I need to work with SOLiD small RNA-seq libraries from SRA, and I have some questions about quality control and the to-do and not-to-do with this data.
1- Which is the best approach for quality checking my reads? I'm used to fastqc for quality checking but I'm not sure if it can handle colourspace reads (or handle it properly).
2- How I should filter/trim my reads? I may need to trim adaptors, but don't want to quality-trim my reads, as they represent entire RNAs (sRNAs) and trimming it could lead to artifacts. I would rather filter out reads with low quality bases. Which is a good tool for trimming adaptors/quality filtering the libraries and what range of quality values are considered acceptable (we usually apply a Q30 filter for illumina libraries)?
3 - As far as I'm concerned, SOLiD sequences a small portion of the 5' adapter, besides the possible sequencing of the 3' adapter. Should I take this into account during adaptor trimming or is it usually already removed?
4- This set of data has both data from SOLiD and Illumina (different libraries, of course), but for the sake of standardization we would like to use STAR for aligning all libraries.
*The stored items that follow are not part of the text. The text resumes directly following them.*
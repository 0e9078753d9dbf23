"""The ratio-function primitive: values equal the traced recurrence, derivative matches
finite differences (real and complex arguments)."""

import autograd.numpy as anp
import numpy as np
import pytest
from autograd import grad

from chiropt.particles._ratio_primitive import ratio_g_stacked


def _traced_recurrence(z_sq, n_hi, n_start):
    # the recurrence written op by op (the form the primitive replaces)
    g = -z_sq / (2.0 * n_start + 3.0)
    out = [None] * (n_hi + 1)
    for n in range(n_start, 1, -1):
        g = -z_sq / (2.0 * n + 1.0 + g)
        if n - 1 <= n_hi:
            out[n - 1] = g
    return anp.stack(out[1:])


@pytest.mark.parametrize("z_sq", [np.array([0.3, 4.0, 25.0]),
                                  np.array([0.3 + 0.01j, 4.0 + 0.5j, 25.0 + 3.0j])])
def test_values_and_derivative(z_sq):
    n_hi, n_start = 4, 40
    np.testing.assert_allclose(ratio_g_stacked(z_sq, n_hi, n_start),
                               _traced_recurrence(z_sq, n_hi, n_start), rtol=1e-15)
    # central finite differences along the real axis (g_n holomorphic in z^2)
    # common practice, no source
    h = 1e-6 * np.abs(z_sq)
    fd = (ratio_g_stacked(z_sq + h, n_hi, n_start)
          - ratio_g_stacked(z_sq - h, n_hi, n_start)) / (2 * h)
    weights = np.arange(1.0, n_hi + 1)[:, None]

    def f(x):
        return anp.sum(anp.real(anp.sum(weights * ratio_g_stacked(z_sq + x, n_hi, n_start),
                                        axis=0)))

    np.testing.assert_allclose(grad(f)(0.0), np.sum(np.real(weights * fd)), rtol=1e-6)
    # the same derivative through the op-by-op recurrence
    def f_ref(x):
        return anp.sum(anp.real(anp.sum(weights * _traced_recurrence(z_sq + x, n_hi, n_start),
                                        axis=0)))

    np.testing.assert_allclose(grad(f)(0.0), grad(f_ref)(0.0), rtol=1e-12)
I don't know if it can handle colourspace reads, so I would like to know if it is ok to turn my colourspace reads into fastq, and at which point (quality checking, filtering our before alignment) could I do this. If its not advisable to do so, which tools are the best for SOLiD reads alignment.
I know I've asked a lot of questions, but I never did anything with this kind of data. If someone could at least point some directions, some papers that could help with one of this questions, it would be great.